Problem statement. Whatever the records below say, write them all out exactly.

Data to examine.
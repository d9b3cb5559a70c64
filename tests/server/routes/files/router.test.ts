import { beforeAll, describe, expect, it } from 'vitest';
import { readFileSync } from 'node:fs';
import { join } from 'node:path';
import { testApp } from '../../../support/db';
import { createCustomer, createJob, createPlant, createUser } from '../../../support/factories';
import { signedIn } from '../../../support/session';
import { AuditEvent, StoredFile, type Job } from '../../../../server/models';
import { MAX_UPLOAD_BYTES } from '../../../../shared/api/pricing';
import {
  binary,
  filesOnDisk,
  jpegBytes,
  pdfBytes,
  pngBytes,
  upload,
  useTempUploadDir,
} from './fixtures';

const dir = useTempUploadDir();
const app = testApp();
type S = Awaited<ReturnType<typeof signedIn>>;

let job: Job;
let sales: S;

beforeAll(async () => {
  const plant = await createPlant();
  const customer = await createCustomer({ plant });
  job = await createJob({ customer });
  sales = await signedIn(app, (await createUser({ role: 'sales', plant })).email);
});

const rowsOf = (jobId: number) => StoredFile.count({ where: { jobId } });

describe('POST /api/jobs/:id/files', () => {
  it('stores a PDF under a random name outside the web root and answers the stored file', async () => {
    const res = await upload(sales, job.id, pdfBytes(), 'Site plan rev B.pdf').expect(201);
    expect(res.body).toMatchObject({
      jobId: job.id,
      name: 'Site plan rev B.pdf',
      contentType: 'application/pdf',
      size: pdfBytes().length,
      canDelete: true,
    });
    expect(res.body.uploadedBy).toEqual(expect.any(String));
    expect(res.body).not.toHaveProperty('storedName');
    const row = await StoredFile.findByPk(res.body.id);
    expect(row!.storedName).toMatch(/^[0-9a-f-]{36}\.pdf$/);
    expect(readFileSync(join(dir, row!.storedName))).toEqual(pdfBytes());
    const events = await AuditEvent.findAll({
      where: { action: 'job.file_uploaded', subjectType: 'job', subjectId: job.id },
    });
    expect(events.map((e) => e.data.fileId)).toContain(row!.id);
  });

  it('accepts a JPEG too', async () => {
    const res = await upload(sales, job.id, jpegBytes(), 'photo.jpeg', 'image/jpeg').expect(201);
    expect(res.body.contentType).toBe('image/jpeg');
    const row = await StoredFile.findByPk(res.body.id);
    expect(row!.storedName).toMatch(/\.jpg$/);
  });

  it('sniffs the type from the bytes: a PNG named .pdf (and sent as PDF) is stored as PNG', async () => {
    const res = await upload(sales, job.id, pngBytes(), 'plan.pdf', 'application/pdf').expect(201);
    expect(res.body.contentType).toBe('image/png');
    expect(res.body.name).toBe('plan.pdf');
    const row = await StoredFile.findByPk(res.body.id);
    expect(row!.storedName).toMatch(/\.png$/);
    const got = await sales.get(`/api/files/${res.body.id}`).buffer(true).parse(binary).expect(200);
    expect(got.headers['content-type']).toBe('image/png');
    // The saved copy gets the real type's extension, so the desktop opens it with an image viewer.
    expect(got.headers['content-disposition']).toBe("attachment; filename*=UTF-8''plan.pdf.png");
  });

  it('refuses a text file named .pdf with 415 and stores nothing', async () => {
    const before = filesOnDisk(dir);
    const rows = await rowsOf(job.id);
    const res = await upload(
      sales,
      job.id,
      Buffer.from('not a plan\n'),
      'plan.pdf',
      'application/pdf',
    );
    expect(res.status).toBe(415);
    expect(res.body.error).toMatchObject({
      code: 'unsupported_type',
      message: 'Upload a PDF, PNG or JPEG plan',
    });
    expect(await rowsOf(job.id)).toBe(rows);
    expect(filesOnDisk(dir)).toEqual(before);
  });

  it('refuses 25 MB + 1 byte with 413 too_large, no row and no file left on disk', async () => {
    const before = filesOnDisk(dir);
    const rows = await rowsOf(job.id);
    const big = Buffer.alloc(MAX_UPLOAD_BYTES + 1);
    pngBytes().copy(big); // a real type, so only the size is wrong
    const res = await upload(sales, job.id, big, 'huge.png', 'image/png');
    expect(res.status).toBe(413);
    expect(res.body.error.code).toBe('too_large');
    expect(res.body.error.message).toBe(
      'The plan is larger than 25 MB. Upload a file of at most 25 MB.',
    );
    expect(await rowsOf(job.id)).toBe(rows);
    expect(filesOnDisk(dir)).toEqual(before);
  });

  it('takes exactly 25 MB', async () => {
    const exact = Buffer.alloc(MAX_UPLOAD_BYTES);
    pdfBytes().copy(exact);
    const res = await upload(sales, job.id, exact, 'big.pdf').expect(201);
    expect(res.body.size).toBe(MAX_UPLOAD_BYTES);
    await sales.delete(`/api/files/${res.body.id}`).expect(204);
  });

  it('answers 400 without a file, and for a file in another field', async () => {
    const none = await sales.post(`/api/jobs/${job.id}/files`, {});
    expect(none.status).toBe(400);
    const wrong = await sales.agent
      .post(`/api/jobs/${job.id}/files`)
      .set('X-CSRF-Token', sales.token)
      .attach('plan', pngBytes(), 'p.png');
    expect(wrong.status).toBe(400);
    expect(filesOnDisk(join(dir, 'tmp'))).toEqual([]);
  });

  it('keeps a UTF-8 name, without the folders a client may send', async () => {
    const res = await upload(sales, job.id, pngBytes(), 'C:\\plans\\Dachstuhl Süd.png').expect(201);
    expect(res.body.name).toBe('Dachstuhl Süd.png');
    const got = await sales.get(`/api/files/${res.body.id}`).buffer(true).parse(binary).expect(200);
    // RFC 8187 percent-encoding of the UTF-8 bytes (ü = C3 BC).
    expect(got.headers['content-disposition']).toBe(
      "attachment; filename*=UTF-8''Dachstuhl%20S%C3%BCd.png",
    );
  });
});

describe('GET /api/files/:id and the list', () => {
  it('downloads the very bytes uploaded, as an attachment that must not be sniffed', async () => {
    const bytes = pdfBytes();
    const { body } = await upload(sales, job.id, bytes, 'truss layout.pdf').expect(201);
    const res = await sales.get(`/api/files/${body.id}`).buffer(true).parse(binary).expect(200);
    expect(Buffer.compare(res.body as Buffer, bytes)).toBe(0);
    expect(res.headers['content-type']).toBe('application/pdf');
    expect(res.headers['x-content-type-options']).toBe('nosniff');
    expect(res.headers['content-disposition']).toBe(
      "attachment; filename*=UTF-8''truss%20layout.pdf",
    );
  });

  it('lists the job files newest first with who uploaded them', async () => {
    const { body } = await upload(sales, job.id, pngBytes(), 'newest.png').expect(201);
    const list = await sales.get(`/api/jobs/${job.id}/files`).expect(200);
    expect(list.body[0]).toMatchObject({
      id: body.id,
      name: 'newest.png',
      size: pngBytes().length,
    });
    expect(list.body.every((f: { jobId: number }) => f.jobId === job.id)).toBe(true);
  });
});

describe('DELETE /api/files/:id', () => {
  it('removes the row and the bytes on disk, with an audit event on the job', async () => {
    const { body } = await upload(sales, job.id, pngBytes(), 'gone.png').expect(201);
    const row = await StoredFile.findByPk(body.id);
    const path = join(dir, row!.storedName);
    expect(filesOnDisk(dir)).toContain(path);
    await sales.delete(`/api/files/${body.id}`).expect(204);
    expect(await StoredFile.findByPk(body.id)).toBeNull();
    expect(filesOnDisk(dir)).not.toContain(path);
    const events = await AuditEvent.findAll({
      where: { action: 'job.file_deleted', subjectType: 'job', subjectId: job.id },
    });
    expect(events.map((e) => e.data.fileId)).toContain(body.id);
    await sales.get(`/api/files/${body.id}`).expect(404);
  });
});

Task result.
repository d9b3cb5559a70c64
filename tests/server/routes/files/router.test.ts
import { beforeAll, describe, expect, it } from 'vitest';
import { readFileSync } from 'node:fs';
import { join } from 'node:path';
import { testApp } from '../../../support/db';
import { createCustomer, createJob, createPlant, createUser } from '../../../support/factories';
import { signedIn } from '../../../support/session';
import { AuditEvent, StoredFile, type Job } from '../../../../server/models';
import { MAX_UPLOAD_BYTES } from '../../../../shared/api/pricing';
import {
  binary,
  filesOnDisk,
  jpegBytes,
  pdfBytes,
  pngBytes,
  upload,
  useTempUploadDir,
} from './fixtures';

const dir = useTempUploadDir();
const app = testApp();
type S = Awaited<ReturnType<typeof signedIn>>;

let job: Job;
let sales: S;

beforeAll(async () => {
  const plant = await createPlant();
  const customer = await createCustomer({ plant });
  job = await createJob({ customer });
  sales = await signedIn(app, (await createUser({ role: 'sales', plant })).email);
});

const rowsOf = (jobId: number) => StoredFile.count({ where: { jobId } });

describe('POST /api/jobs/:id/files', () => {
  it('stores a PDF under a random name outside the web root and answers the stored file', async () => {
    const res = await upload(sales, job.id, pdfBytes(), 'Site plan rev B.pdf').expect(201);
    expect(res.body).toMatchObject({
      jobId: job.id,
      name: 'Site plan rev B.pdf',
      contentType: 'application/pdf',
      size: pdfBytes().length,
      canDelete: true,
    });
    expect(res.body.uploadedBy).toEqual(expect.any(String));
    expect(res.body).not.toHaveProperty('storedName');
    const row = await StoredFile.findByPk(res.body.id);
    expect(row!.storedName).toMatch(/^[0-9a-f-]{36}\.pdf$/);
    expect(readFileSync(join(dir, row!.storedName))).toEqual(pdfBytes());
    const events = await AuditEvent.findAll({
      where: { action: 'job.file_uploaded', subjectType: 'job', subjectId: job.id },
    });
    expect(events.map((e) => e.data.fileId)).toContain(row!.id);
  });

  it('accepts a JPEG too', async () => {
    const res = await upload(sales, job.id, jpegBytes(), 'photo.jpeg', 'image/jpeg').expect(201);
    expect(res.body.contentType).toBe('image/jpeg');
    const row = await StoredFile.findByPk(res.body.id);
    expect(row!.storedName).toMatch(/\.jpg$/);
  });

  it('sniffs the type from the bytes: a PNG named .pdf (and sent as PDF) is stored as PNG', async () => {
    const res = await upload(sales, job.id, pngBytes(), 'plan.pdf', 'application/pdf').expect(201);
    expect(res.body.contentType).toBe('image/png');
    expect(res.body.name).toBe('plan.pdf');
    const row = await StoredFile.findByPk(res.body.id);
    expect(row!.storedName).toMatch(/\.png$/);
    const got = await sales.get(`/api/files/${res.body.id}`).buffer(true).parse(binary).expect(200);
    expect(got.headers['content-type']).toBe('image/png');
    // The saved copy gets the real type's extension, so the desktop opens it with an image viewer.
    expect(got.headers['content-disposition']).toBe("attachment; filename*=UTF-8''plan.pdf.png");
  });

  it('refuses a text file named .pdf with 415 and stores nothing', async () => {
    const before = filesOnDisk(dir);
    const rows = await rowsOf(job.id);
    const res = await upload(
      sales,
      job.id,
      Buffer.from('not a plan\n'),
      'plan.pdf',
      'application/pdf',
    );
    expect(res.status).toBe(415);
    expect(res.body.error).toMatchObject({
      code: 'unsupported_type',
      message: 'Upload a PDF, PNG or JPEG plan',
    });
    expect(await rowsOf(job.id)).toBe(rows);
    expect(filesOnDisk(dir)).toEqual(before);
  });

  it('refuses 25 MB + 1 byte with 413 too_large, no row and no file left on disk', async () => {
    const before = filesOnDisk(dir);
    const rows = await rowsOf(job.id);
    const big = Buffer.alloc(MAX_UPLOAD_BYTES + 1);
    pngBytes().copy(big); // a real type, so only the size is wrong
    const res = await upload(sales, job.id, big, 'huge.png', 'image/png');
    expect(res.status).toBe(413);
    expect(res.body.error.code).toBe('too_large');
    expect(res.body.error.message).toBe(
      'The plan is larger than 25 MB. Upload a file of at most 25 MB.',
    );
    expect(await rowsOf(job.id)).toBe(rows);
    expect(filesOnDisk(dir)).toEqual(before);
  });

  it('takes exactly 25 MB', async () => {
    const exact = Buffer.alloc(MAX_UPLOAD_BYTES);
    pdfBytes().copy(exact);
    const res = await upload(sales, job.id, exact, 'big.pdf').expect(201);
    expect(res.body.size).toBe(MAX_UPLOAD_BYTES);
    await sales.delete(`/api/files/${res.body.id}`).expect(204);
  });

  it('answers 400 without a file, and for a file in another field', async () => {
    const none = await sales.post(`/api/jobs/${job.id}/files`, {});
    expect(none.status).toBe(400);
    const wrong = await sales.agent
      .post(`/api/jobs/${job.id}/files`)
      .set('X-CSRF-Token', sales.token)
      .attach('plan', pngBytes(), 'p.png');
    expect(wrong.status).toBe(400);
    expect(filesOnDisk(join(dir, 'tmp'))).toEqual([]);
  });

  it('keeps a UTF-8 name, without the folders a client may send', async () => {
    const res = await upload(sales, job.id, pngBytes(), 'C:\\plans\\Dachstuhl Süd.png').expect(201);
    expect(res.body.name).toBe('Dachstuhl Süd.png');
    const got = await sales.get(`/api/files/${res.body.id}`).buffer(true).parse(binary).expect(200);
    // RFC 8187 percent-encoding of the UTF-8 bytes (ü = C3 BC).
    expect(got.headers['content-disposition']).toBe(
      "attachment; filename*=UTF-8''Dachstuhl%20S%C3%BCd.png",
    );
  });
});

describe('GET /api/files/:id and the list', () => {
  it('downloads the very bytes uploaded, as an attachment that must not be sniffed', async () => {
    const bytes = pdfBytes();
    const { body } = await upload(sales, job.id, bytes, 'truss layout.pdf').expect(201);
    const res = await sales.get(`/api/files/${body.id}`).buffer(true).parse(binary).expect(200);
    expect(Buffer.compare(res.body as Buffer, bytes)).toBe(0);
    expect(res.headers['content-type']).toBe('application/pdf');
    expect(res.headers['x-content-type-options']).toBe('nosniff');
    expect(res.headers['content-disposition']).toBe(
      "attachment; filename*=UTF-8''truss%20layout.pdf",
    );
  });

  it('lists the job files newest first with who uploaded them', async () => {
    const { body } = await upload(sales, job.id, pngBytes(), 'newest.png').expect(201);
    const list = await sales.get(`/api/jobs/${job.id}/files`).expect(200);
    expect(list.body[0]).toMatchObject({
      id: body.id,
      name: 'newest.png',
      size: pngBytes().length,
    });
    expect(list.body.every((f: { jobId: number }) => f.jobId === job.id)).toBe(true);
  });
});

describe('DELETE /api/files/:id', () => {
  it('removes the row and the bytes on disk, with an audit event on the job', async () => {
    const { body } = await upload(sales, job.id, pngBytes(), 'gone.png').expect(201);
    const row = await StoredFile.findByPk(body.id);
    const path = join(dir, row!.storedName);
    expect(filesOnDisk(dir)).toContain(path);
    await sales.delete(`/api/files/${body.id}`).expect(204);
    expect(await StoredFile.findByPk(body.id)).toBeNull();
    expect(filesOnDisk(dir)).not.toContain(path);
    const events = await AuditEvent.findAll({
      where: { action: 'job.file_deleted', subjectType: 'job', subjectId: job.id },
    });
    expect(events.map((e) => e.data.fileId)).toContain(body.id);
    await sales.get(`/api/files/${body.id}`).expect(404);
  });
});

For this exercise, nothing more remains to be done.